Burton, who opened Tuesday’s committee hearing with an acknowledgment that “I’d say this bill is a little controversial,” said afterward that he wants to ensure there is an emergency loan product that has government oversight, “but I’m not interested in giving away the store, either.”
“I’m trying to come to some kind of fair and equitable piece of legislation,” he added. “If we can’t, then it won’t happen.”
SB 613 currently states that payday loan lenders can offer two loan options to borrowers, each with long-term implications and high annual percentage rates (APRs).
The first option would give borrowers an unsecured installment loan between $605 and $1,500 for six to 12 months with a maximum APR of 192 percent.
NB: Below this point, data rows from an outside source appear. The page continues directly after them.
import PDFDocument from 'pdfkit';
import type { Certification } from '../../shared/api/calibration-answers.js';
import { serverDay } from '../core/day-words.js';

/**
 * A one-page A4 certificate: observer, session, date, the rules and the figures that met them, and
 * until when it holds. The PDF's built-in Helvetica has no Greek letters, so κ and ΔE00 are
 * spelt "kappa" and "dE00" here.
 */
export function certificatePdf(cert: Certification): Promise<Buffer> {
  const doc = new PDFDocument({
    size: 'A4',
    margin: 56,
    // One small page: left uncompressed so its words can be searched and checked as text.
    compress: false,
    info: { Title: `Hueledger calibration certificate ${cert.id}`, Author: 'Hueledger', Subject: `Observer calibration: ${cert.name}` },
  });
  const parts: Buffer[] = [];
  doc.on('data', (chunk: Buffer) => parts.push(chunk));
  const done = new Promise<Buffer>((resolve, reject) => {
    doc.on('end', () => resolve(Buffer.concat(parts)));
    doc.on('error', reject);
  });
  const line = (label: string, value: string) => {
    doc.font('Helvetica-Bold').fontSize(11).text(`${label}: `, { continued: true }).font('Helvetica').text(value);
    doc.moveDown(0.3);
  };
  doc.font('Helvetica-Bold').fontSize(20).text('Certificate of colour calibration');
  doc.moveDown(0.5);
  doc.font('Helvetica').fontSize(12).text(`${cert.name} is certified to read taro colours against reference set ${cert.referenceSetId}.`);
  doc.moveDown();
  line('Observer', cert.name);
  line('Session', `"${cert.sessionTitle}" (session ${cert.sessionId})`);
  line('Certified on', serverDay(cert.certifiedOn));
  line('Valid until', `${serverDay(cert.validUntil)}, unless a later session does not certify the observer`);
  line('Status today', cert.status === 'current' ? 'current' : `lapsed on ${serverDay(cert.lapsedOn ?? '')}: ${cert.lapseReason}`);
  doc.moveDown(0.5);
  doc.font('Helvetica-Bold').fontSize(13).text('Rules and figures');
  doc.moveDown(0.3);
  line('Group agreement (Fleiss\' kappa over field chips)', `${cert.kappa.toFixed(2)}, rule at least ${cert.thresholds.kappa}`);
  line('Observer\'s mean CIEDE2000 difference (dE00) from the references', `${cert.meanDeltaE00.toFixed(2)}, limit ${cert.thresholds.deltaE00}`);
  line('Specimens answered', `${cert.n}, every specimen of the session`);
  line('Colour-vision screening (self-reported)', cert.screening ? `${cert.screening.result}, ${serverDay(cert.screening.screenedOn)}` : 'not recorded');
  doc.moveDown();
  doc.font('Helvetica').fontSize(9).fillColor('#444444').text(
    `Certificate ${cert.id}, issued by Hueledger. Colours on screens and in print are approximate; the certificate covers judging colour under the session's viewing conditions only.`,
  );
  doc.end();
  return done;
}
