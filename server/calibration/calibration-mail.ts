import { calibrationSessionPath } from '../../shared/api/calibration-answers.js';
import { serverDay } from '../core/day-words.js';
import type { OutgoingMail } from '../mail/mailer.js';

/** The mail every participant gets when a trainer closes a session: their own results are ready to read. */
export function resultsOutMail(to: string, name: string, title: string, heldOn: string, publicUrl: string, sessionId: number): OutgoingMail {
  const link = `${publicUrl}${calibrationSessionPath(sessionId)}`;
  return {
    to,
    subject: `Your calibration results are out: ${title}`,
    text: [
      `Hello ${name},`,
      '',
      `The calibration session "${title}" of ${serverDay(heldOn)} is closed, and your results are ready:`,
      'for each specimen, the chip you picked beside the reference colour, your mean ΔE00,',
      'your bias in L*, a* and b*, and whether you met the session\'s thresholds.',
      '',
      link,
      '',
      'Only you and the trainers see your own results.',
    ].join('\n'),
  };
}

/** The mail an observer gets when a trainer invites them to a session. */
export function invitedMail(to: string, name: string, title: string, heldOn: string, publicUrl: string, sessionId: number): OutgoingMail {
  const link = `${publicUrl}${calibrationSessionPath(sessionId)}/take`;
  return {
    to,
    subject: `You are invited to a calibration session: ${title}`,
    text: [
      `Hello ${name},`,
      '',
      `You are invited to the calibration session "${title}" of ${serverDay(heldOn)}.`,
      'For each specimen laid out, pick the chip you see as nearest, under the light the trainer sets.',
      'Wear gloves when handling raw corm, leaf or sap, and never taste raw tissue.',
      '',
      link,
    ].join('\n'),
  };
}

/**
 * The in-app notice of an invitation. It names no date: the text is stored once, while the app
 * writes dates in each reader's own style (the notice shows when it came, the session its day).
 */
export function invitedNotice(title: string): string {
  return `You are invited to the calibration session "${title}": open it and pick a chip for each specimen.`;
}

/** The in-app notice that a session's results are out, with the observer's own outcome. */
export function resultsNotice(title: string, certified: boolean, failedRules: readonly { text: string }[]): string {
  const outcome = certified ? 'you are certified' : `you are not certified${failedRules.length ? `: ${failedRules.map((r) => r.text).join('; ')}` : ''}`;
  return `The results of "${title}" are out, and ${outcome}. Open the session to see each of your picks beside the reference.`;
}
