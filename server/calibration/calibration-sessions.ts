// Calibration sessions as a business component: create, add specimens, invite, list, show. No req/res.
import { In, type DataSource } from 'typeorm';
import {
  CALIBRATION_DEFAULT_THRESHOLDS,
  SPECIMENS_MAX,
  type CalibrationSessionDetail,
  type CalibrationSessionSummary,
  type ParticipantsAnswer,
  type SpecimenView,
} from '../../shared/api/calibration-answers.js';
import type { CreateSessionBody, CreateSpecimenBody } from '../../shared/api/calibration.js';
import { displayHex } from '../../shared/colour/display-hex.js';
import { labFromTuple, type Lab } from '../../shared/colour/lab.js';
import type { Region } from '../../shared/photo/region.js';
import { recordAudit, type Actor } from '../audit/audit.js';
import { User } from '../auth/user.entity.js';
import { AppError } from '../core/app-error.js';
import type { Mailer } from '../mail/mailer.js';
import { Photo } from '../photos/photo.entity.js';
import { Notification } from '../reviews/review.entity.js';
import { invitedMail, invitedNotice } from './calibration-mail.js';
import type { ReferenceSets } from '../reference-sets/reference-sets.js';
import { chipOf, fieldCodeOf, nearestFieldChip } from './calibration-chips.js';
import { assertMaySee, assertOpen, findSession, mayTakePart, participantsOf, runsSessions, today } from './calibration-load.js';
import { CalibrationResponse, CalibrationSession, Participant, Specimen } from './calibration-session.entity.js';

/** Samples a photo region against a set (photos.ts `samplePhoto` with the session's set); null when the server keeps no photos. */
export type PhotoSampler = ((photoId: number, region: Region, setId: string) => Promise<Lab>) | null;

/** Creates an open session; the reference set defaults to the current one. */
export async function createSession(ds: DataSource, sets: ReferenceSets, actor: Actor & { id: number }, body: CreateSessionBody): Promise<{ id: number }> {
  const set = body.referenceSetId === undefined ? await sets.current() : await getSet(sets, body.referenceSetId);
  return ds.transaction(async (m) => {
    const session = await m.save(
      m.create(CalibrationSession, {
        title: body.title,
        heldOn: body.heldOn ?? today(),
        referenceSetId: set.summary.id,
        restricted: body.restricted ?? false,
        kappaThreshold: body.thresholds?.kappa ?? CALIBRATION_DEFAULT_THRESHOLDS.kappa,
        deltaE00Threshold: body.thresholds?.deltaE00 ?? CALIBRATION_DEFAULT_THRESHOLDS.deltaE00,
        status: 'open',
        createdBy: { id: actor.id },
        closedAt: null,
        kappaAtClose: null,
      }),
    );
    const { title, heldOn, referenceSetId, restricted, kappaThreshold, deltaE00Threshold } = session;
    await recordAudit(m, actor, 'calibration.session.created', `calibration-session:${session.id}`, { title, heldOn, referenceSetId, restricted, kappaThreshold, deltaE00Threshold });
    return { id: session.id };
  });
}

/** A set named in a request; a missing one is a 400 on `referenceSetId`, not a 404 of the route. */
async function getSet(sets: ReferenceSets, id: string) {
  try {
    return await sets.get(id);
  } catch (err) {
    if (err instanceof AppError && err.status === 404) throw AppError.badRequest(`There is no reference set ${id}.`, [{ field: 'referenceSetId', message: 'is not a stored reference set' }]);
    throw err;
  }
}

/** Adds a specimen whose reference colour is a CIELAB value, a photo region sampled on the server, or a chip of the session's set. */
export async function addSpecimen(ds: DataSource, sets: ReferenceSets, sample: PhotoSampler, actor: Actor, sessionId: number, body: CreateSpecimenBody): Promise<{ id: number }> {
  const session = await findSession(ds.manager, sessionId);
  assertOpen(session, 'no more specimens can be added');
  const set = await sets.get(session.referenceSetId);
  let lab: Lab;
  let referenceFieldCode: string;
  let source: Specimen['source'];
  if (body.chipCode !== undefined) {
    const chip = chipOf(set, body.chipCode);
    [lab, referenceFieldCode, source] = [labFromTuple(chip.lab), fieldCodeOf(chip), 'chip'];
  } else if (body.photoId !== undefined && body.region !== undefined) {
    if (!sample) throw new AppError(503, 'Photos unavailable', 'This server was started without a data folder for photos.', undefined, 'no-photo-storage');
    if (!(await ds.getRepository(Photo).existsBy({ id: body.photoId }))) throw AppError.badRequest(`There is no photo ${body.photoId}.`, [{ field: 'photoId', message: 'is not a stored photo' }]);
    lab = await sample(body.photoId, body.region, set.summary.id);
    [referenceFieldCode, source] = [fieldCodeOf(nearestFieldChip(set, lab)), 'photo'];
  } else {
    lab = labFromTuple(body.lab!);
    [referenceFieldCode, source] = [fieldCodeOf(nearestFieldChip(set, lab)), 'lab'];
  }
  return ds.transaction(async (m) => {
    // Re-read inside the transaction: the session may have closed while the photo was sampled.
    assertOpen(await findSession(m, sessionId), 'no more specimens can be added');
    const count = await m.countBy(Specimen, { session: { id: sessionId } });
    if (count >= SPECIMENS_MAX) throw AppError.conflict(`A session holds at most ${SPECIMENS_MAX} specimens.`);
    const specimen = await m.save(
      m.create(Specimen, {
        session: { id: sessionId },
        label: body.label,
        position: count + 1,
        source,
        l: lab.l,
        a: lab.a,
        b: lab.b,
        referenceFieldCode,
        chipCode: body.chipCode ?? null,
        photo: body.photoId !== undefined ? { id: body.photoId } : null,
        region: body.region ?? null,
      }),
    );
    await recordAudit(m, actor, 'calibration.specimen.added', `calibration-session:${sessionId}`, { specimenId: specimen.id, label: body.label, source, lab: [lab.l, lab.a, lab.b], referenceFieldCode, chipCode: body.chipCode ?? null, photoId: body.photoId ?? null });
    return { id: specimen.id };
  });
}

/** Where invitation mails go and how a failed one is logged. */
export interface InviteMail {
  mailer: Mailer;
  publicUrl: string;
  logError?: (err: unknown) => void;
}

/**
 * Invites users to a session (restricted sessions admit only them); already-invited users are left
 * as they are. Each newly invited user gets an in-app notice (with the invitation, in one
 * transaction) and then a mail; a failed mail does not undo the invitation.
 */
export async function inviteParticipants(ds: DataSource, actor: Actor, sessionId: number, userIds: readonly number[], mail?: InviteMail): Promise<ParticipantsAnswer> {
  const unique = [...new Set(userIds)];
  const newly: User[] = [];
  const session = await findSession(ds.manager, sessionId);
  const added = await ds.transaction(async (m) => {
    assertOpen(await findSession(m, sessionId), 'nobody more can be invited');
    const users = await m.find(User, { where: { id: In(unique), active: true } });
    const missing = unique.filter((id) => !users.some((u) => u.id === id));
    if (missing.length) throw AppError.badRequest(`No active user has the id ${missing.join(', ')}.`, [{ field: 'userIds', message: `${missing.join(', ')} ${missing.length === 1 ? 'is not an active user' : 'are not active users'}` }]);
    const existing = await m.find(Participant, { where: { session: { id: sessionId }, user: { id: In(unique) } } });
    let count = 0;
    for (const id of unique) {
      const row = existing.find((p) => p.userId === id);
      if (row?.invited) continue;
      if (row) await m.update(Participant, { id: row.id }, { invited: true });
      else await m.insert(Participant, { session: { id: sessionId }, user: { id }, invited: true });
      await m.insert(Notification, { userId: id, kind: 'calibration-invited', readingId: null, sessionId, message: invitedNotice(session.title), readAt: null });
      newly.push(users.find((u) => u.id === id)!);
      count++;
    }
    if (count) await recordAudit(m, actor, 'calibration.participants.invited', `calibration-session:${sessionId}`, { userIds: unique });
    return count;
  });
  let mailed = 0;
  for (const user of mail ? newly : []) {
    try {
      await mail!.mailer.send(invitedMail(user.email, user.name, session.title, session.heldOn, mail!.publicUrl, sessionId));
      mailed++;
    } catch (err) {
      mail!.logError?.(err);
    }
  }
  return { added, mailed, participants: await participantsOf(ds.manager, sessionId) };
}

interface SummaryRow {
  id: number;
  specimenCount: number;
  participantCount: number;
  responseCount: number;
  myResponseCount: number;
  invited: number | null;
  createdByName: string;
}

/** Sessions as the user may see them: all for trainers and admins; for others, open ones they may join and ones they took part in. Newest first. */
export async function listSessions(ds: DataSource, user: User): Promise<CalibrationSessionSummary[]> {
  const rows: SummaryRow[] = await ds.query(
    `SELECT s.id AS id, u.name AS createdByName,
            (SELECT COUNT(*) FROM calibration_specimen x WHERE x."sessionId" = s.id) AS specimenCount,
            (SELECT COUNT(*) FROM calibration_participant x WHERE x."sessionId" = s.id) AS participantCount,
            (SELECT COUNT(*) FROM calibration_response x WHERE x."sessionId" = s.id) AS responseCount,
            (SELECT COUNT(*) FROM calibration_response x WHERE x."sessionId" = s.id AND x."observerId" = ?) AS myResponseCount,
            p.invited AS invited
       FROM calibration_session s
       JOIN "user" u ON u.id = s."createdById"
       LEFT JOIN calibration_participant p ON p."sessionId" = s.id AND p."userId" = ?
      WHERE ? = 1 OR p.id IS NOT NULL OR (s.status = 'open' AND s.restricted = 0)
      ORDER BY s."heldOn" DESC, s.id DESC`,
    [user.id, user.id, runsSessions(user) ? 1 : 0],
  );
  if (!rows.length) return [];
  const sessions = await ds.getRepository(CalibrationSession).findBy({ id: In(rows.map((r) => r.id)) });
  const byId = new Map(sessions.map((s) => [s.id, s]));
  return rows.map((r) => toSummary(byId.get(r.id)!, r));
}

function toSummary(s: CalibrationSession, r: Omit<SummaryRow, 'id'>): CalibrationSessionSummary {
  const invited = r.invited === null ? null : Boolean(r.invited);
  return {
    id: s.id,
    title: s.title,
    heldOn: s.heldOn,
    referenceSetId: s.referenceSetId,
    restricted: s.restricted,
    status: s.status,
    thresholds: { kappa: s.kappaThreshold, deltaE00: s.deltaE00Threshold },
    createdById: s.createdById,
    createdByName: r.createdByName,
    createdAt: s.createdAt.toISOString(),
    closedAt: s.closedAt?.toISOString() ?? null,
    specimenCount: Number(r.specimenCount),
    participantCount: Number(r.participantCount),
    responseCount: Number(r.responseCount),
    canRespond: s.status === 'open' && (!s.restricted || invited === true),
    myResponseCount: Number(r.myResponseCount),
  };
}

/** One session with its specimens; trainees see no reference colour while it is open, and only their own picks. */
export async function sessionDetail(ds: DataSource, user: User, id: number): Promise<CalibrationSessionDetail> {
  const m = ds.manager;
  const session = await findSession(m, id);
  const participant = await assertMaySee(m, session, user);
  const summary = (await listSessions(ds, user)).find((s) => s.id === id) ?? toSummary(session, await summaryCounts(ds, session, user));
  const reveal = runsSessions(user) || session.status === 'closed';
  const specimens = await m.find(Specimen, { where: { session: { id } }, order: { position: 'ASC' } });
  const mine = await m.find(CalibrationResponse, { where: { session: { id }, observer: { id: user.id } }, order: { id: 'ASC' } });
  return {
    ...summary,
    canRespond: session.status === 'open' && mayTakePart(session, participant),
    specimens: specimens.map((s) => specimenView(s, reveal)),
    myPicks: mine.map((r) => ({ specimenId: r.specimenId, chipCode: r.chipCode, respondedAt: r.updatedAt.toISOString() })),
    participants: runsSessions(user) ? await participantsOf(m, id) : [],
  };
}

/** Counts for a session the list leaves out (a closed unrestricted session a trainee never joined). */
async function summaryCounts(ds: DataSource, session: CalibrationSession, user: User): Promise<Omit<SummaryRow, 'id'>> {
  const m = ds.manager;
  const creator = await m.findOneByOrFail(User, { id: session.createdById });
  return {
    createdByName: creator.name,
    specimenCount: await m.countBy(Specimen, { session: { id: session.id } }),
    participantCount: await m.countBy(Participant, { session: { id: session.id } }),
    responseCount: await m.countBy(CalibrationResponse, { session: { id: session.id } }),
    myResponseCount: await m.countBy(CalibrationResponse, { session: { id: session.id }, observer: { id: user.id } }),
    invited: null,
  };
}

function specimenView(s: Specimen, reveal: boolean): SpecimenView {
  const lab = { l: s.l, a: s.a, b: s.b };
  return {
    id: s.id,
    label: s.label,
    position: s.position,
    source: s.source,
    referenceLab: reveal ? [s.l, s.a, s.b] : null,
    referenceHex: reveal ? displayHex(lab).hex : null,
    chipCode: reveal ? s.chipCode : null,
    photoId: reveal ? s.photoId : null,
    region: reveal ? s.region : null,
  };
}
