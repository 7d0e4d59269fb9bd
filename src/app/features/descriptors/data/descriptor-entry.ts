import type { Descriptor, DescriptorKind, Unit, UnitSystem } from '../../../../../shared/api/descriptor-answers.js';
import { KIND_QUANTITY } from '../../../../../shared/api/descriptor-answers.js';
import { implausibleValue } from '../../../../../shared/units/plausible-ranges.js';
import { formatRatio, fromSi, toSi } from '../../../../../shared/units/units.js';
import type { NewObservation } from '../../../shared/descriptors/descriptors-api';

/** A measured value as the recorder typed it: the number and the unit it was typed in. */
export interface TypedValue {
  value: number;
  unit: Unit;
}

/** The unit choices offered for a kind, metric first (the row's unit toggle). */
export function entryUnits(kind: DescriptorKind): Unit[] {
  switch (kind) {
    case 'length':
      return ['cm', 'in'];
    case 'mass':
      return ['kg', 'lb'];
    case 'count':
      return ['count'];
    default:
      return [];
  }
}

/** The unit a row starts in for the person's system. */
export function defaultUnit(kind: DescriptorKind, system: UnitSystem): Unit | null {
  const units = entryUnits(kind);
  if (units.length === 0) return null;
  return units.length === 1 || system === 'metric' ? units[0] : units[1];
}

/**
 * Reads a typed number, accepting a decimal comma ("40,5"). Null for an empty field; NaN for
 * text that is not a number, so the row can say so.
 */
export function parseTyped(text: string): number | null {
  const trimmed = text.trim().replace(',', '.');
  if (trimmed === '') return null;
  return /^\d+(\.\d*)?$|^\.\d+$/.test(trimmed) ? Number(trimmed) : Number.NaN;
}

/**
 * The typed value shown in another unit: the same number when the unit is the one it was typed in,
 * otherwise converted through SI and cut to two decimals (e.g. 40 in → "101.6" cm). What is sent to
 * the server stays the value as typed, with its unit.
 */
export function shownIn(typed: TypedValue, unit: Unit): string {
  if (typed.unit === unit) return String(typed.value);
  const converted = fromSi(toSi(typed.value, typed.unit), unit);
  return String(Math.round(converted * 100) / 100);
}

/** A typed value in SI (metres, kilograms or the count). */
export function siOf(typed: TypedValue): number {
  return toSi(typed.value, typed.unit);
}

/**
 * A ratio descriptor's value from the typed parts, or null until both are there (and the
 * denominator is not zero). Both parts are in SI first, so 40 in over 71.12 cm is 40 in over 28 in.
 */
export function ratioOf(ratio: Descriptor, typedByCode: ReadonlyMap<string, TypedValue>): number | null {
  if (ratio.kind !== 'ratio' || !ratio.numeratorCode || !ratio.denominatorCode) return null;
  const numerator = typedByCode.get(ratio.numeratorCode);
  const denominator = typedByCode.get(ratio.denominatorCode);
  if (!numerator || !denominator) return null;
  const below = siOf(denominator);
  return below === 0 ? null : siOf(numerator) / below;
}

/** A ratio to show, to two decimals ("0.70"), or a dash while its parts are missing. */
export function ratioText(ratio: number | null): string {
  return ratio === null ? '—' : formatRatio(ratio);
}

/** "computed from petiole length and sheath length", naming the parts by their labels. */
export function ratioSource(ratio: Descriptor, catalogue: readonly Descriptor[]): string {
  const name = (code: string | null) => catalogue.find((d) => d.code === code)?.label.toLowerCase() ?? code ?? '?';
  return `computed from ${name(ratio.numeratorCode)} and ${name(ratio.denominatorCode)}`;
}

/** One row of the entry form: the text in the field, the unit shown, what it means, or the category chosen. */
export interface RowEntry {
  text: string;
  /** The unit the field shows; null for categories and ratios. */
  unit: Unit | null;
  /** The value as typed, in the unit it was typed in; null while empty or not a number. */
  typed: TypedValue | null;
  /** Whether the text is not a number (the row says so). */
  invalid: boolean;
  /** Why a number cannot be sent (not a whole count, out of the plausible range), in words; null when it can. */
  problem?: string | null;
  category: string | null;
}

/** An empty row in the person's system. */
export function blankEntry(kind: DescriptorKind, system: UnitSystem): RowEntry {
  return { text: '', unit: defaultUnit(kind, system), typed: null, invalid: false, category: null };
}

/**
 * The row after the person typed into its field: the text is read in the unit shown. With the
 * descriptor, a count that is not whole or a value outside its plausible range gets a `problem`
 * (the same rules the server applies), so nothing doomed is sent.
 */
export function typeInto(entry: RowEntry, text: string, d?: Pick<Descriptor, 'code' | 'label' | 'kind'>): RowEntry {
  const value = parseTyped(text);
  const number = value !== null && !Number.isNaN(value) && entry.unit !== null;
  const typed = number ? { value: value!, unit: entry.unit! } : null;
  return { ...entry, text, typed, invalid: value !== null && Number.isNaN(value), problem: typed && d ? problemOf(d, typed) : null };
}

function problemOf(d: Pick<Descriptor, 'code' | 'label' | 'kind'>, typed: TypedValue): string | null {
  const quantity = KIND_QUANTITY[d.kind];
  if (!quantity) return null;
  if (quantity === 'count' && !Number.isInteger(typed.value)) return `${d.label} is a count: type a whole number.`;
  const implausible = implausibleValue(d, quantity, typed.value, typed.unit);
  return implausible ? `${implausible[0]!.toUpperCase()}${implausible.slice(1)}.` : null;
}

/**
 * The row in another unit. The number typed stays as it is and is read in the new unit: a recorder
 * who switches the unit after typing meant that number in that unit, so nothing is converted.
 */
export function switchUnit(entry: RowEntry, unit: Unit, d?: Pick<Descriptor, 'code' | 'label' | 'kind'>): RowEntry {
  if (entry.unit === unit) return entry;
  return typeInto({ ...entry, unit }, entry.text, d);
}

/** Descriptors in catalogue order, each ratio moved to just after the later of its two parts, so it sits under the values it is computed from. */
export function orderForEntry(descriptors: readonly Descriptor[]): Descriptor[] {
  const ordered = descriptors.filter((d) => d.kind !== 'ratio');
  for (const ratio of descriptors.filter((d) => d.kind === 'ratio')) {
    const after = Math.max(...[ratio.numeratorCode, ratio.denominatorCode].map((code) => ordered.findIndex((d) => d.code === code)));
    ordered.splice(after < 0 ? ordered.length : after + 1, 0, ratio);
  }
  return ordered;
}

/** The observation a row would save, if it holds a value (ratios never do). */
export function observationOf(d: Descriptor, entry: RowEntry | undefined, accessionId: number, plantId: number | null): NewObservation[] {
  if (!entry || d.kind === 'ratio') return [];
  const base = { accessionId, plantId, descriptorId: d.id };
  if (d.kind === 'category') return entry.category ? [{ ...base, category: entry.category }] : [];
  return entry.typed && !entry.problem ? [{ ...base, value: entry.typed.value, unit: entry.typed.unit }] : [];
}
The second option is directed towards small-dollar loans, which can provide up to $4,000 across four years with a maximum APR of 99 percent. Those allow someone to use their car title as security for the loan.
It also changes the definition of criminal loansharking because Indiana law currently says lenders offering loans carrying more than 72 percent interest can be charged with a felony.
Sen. Andy Zay, author of SB 613, told the House Financial Institutions committee that the bill offers choices for people with low credit scores who are targeted by the current payday loan system.
“We have to acknowledge that that marketplace exists, and the challenge is how are we going to regulate it, how are we going to take care of the bad actors in that agreement, how are we going to put each of those protections in place,” Zay said.
Brian Burdick, a lobbyist for lenders including Check Into Cash and Community Choice Financial, said the bill will help a growing subprime loan market.
“The folks that oppose this bill, I think do it with a pure heart and just have a different point of view. I share that. I wish people would go borrow with Chase and Old National [banks], but that’s not the way the world works,” he said. “So we need to have a solution. This problem does exist and you can’t just wish it away.”
He and Zay argued that the bill will give Hoosiers options to rebuild their credit so that they can go to a bank in the future for loans.
Opponents, though, argued that there are non-profit agencies to help people in need, and that payday lenders only deepen the financial hole many find themselves in.
Steven Bramer Jr., a 38-year-old disabled Iraq War veteran from Hammond, spoke at a news conference earlier this month against SB 613. He returned to the Statehouse Tuesday to urge lawmakers not to pass it.
Noting his 5-year-old daughter asked him why he had to come to Indianapolis, Bramer said he hopes someday she can point to her dad as someone who stopped this bill from becoming law.
Bramer told the committee he fought addictions after getting back from Iraq to cope with the pain of his battle scars. After eight years of sobriety, he said, he found a new substance in payday loans.
“I am the Hoosier you are thinking about when you see those loans. I am a middle-class father who has to support his wife and four daughters. I am the Hoosier that will likely look at a loan like this at some point, but I’m here to tell you this bill is bad,” Bramer said.
Also opposing the bill were members of the Indiana American Legion, led by retired Brigadier Gen. James Bauerle. He cited a 2006 study by the federal Department of Defense that “predatory lending undermines military readiness, it harms the morale of the troops and their families and adds to the cost of fielding an all-volunteer fighting force.”
Bauerle said the defense department recommended a 36-percent cap on loans, including all fees.
“This was passed as the Military Lending Act by Congress to protect the active military service members and their families. It does not protect veterans, our Indiana National Guard members, or our reserves who reside in the state,” he said.
The committee has just under two weeks to see if the compromise Burton asked for can be reached.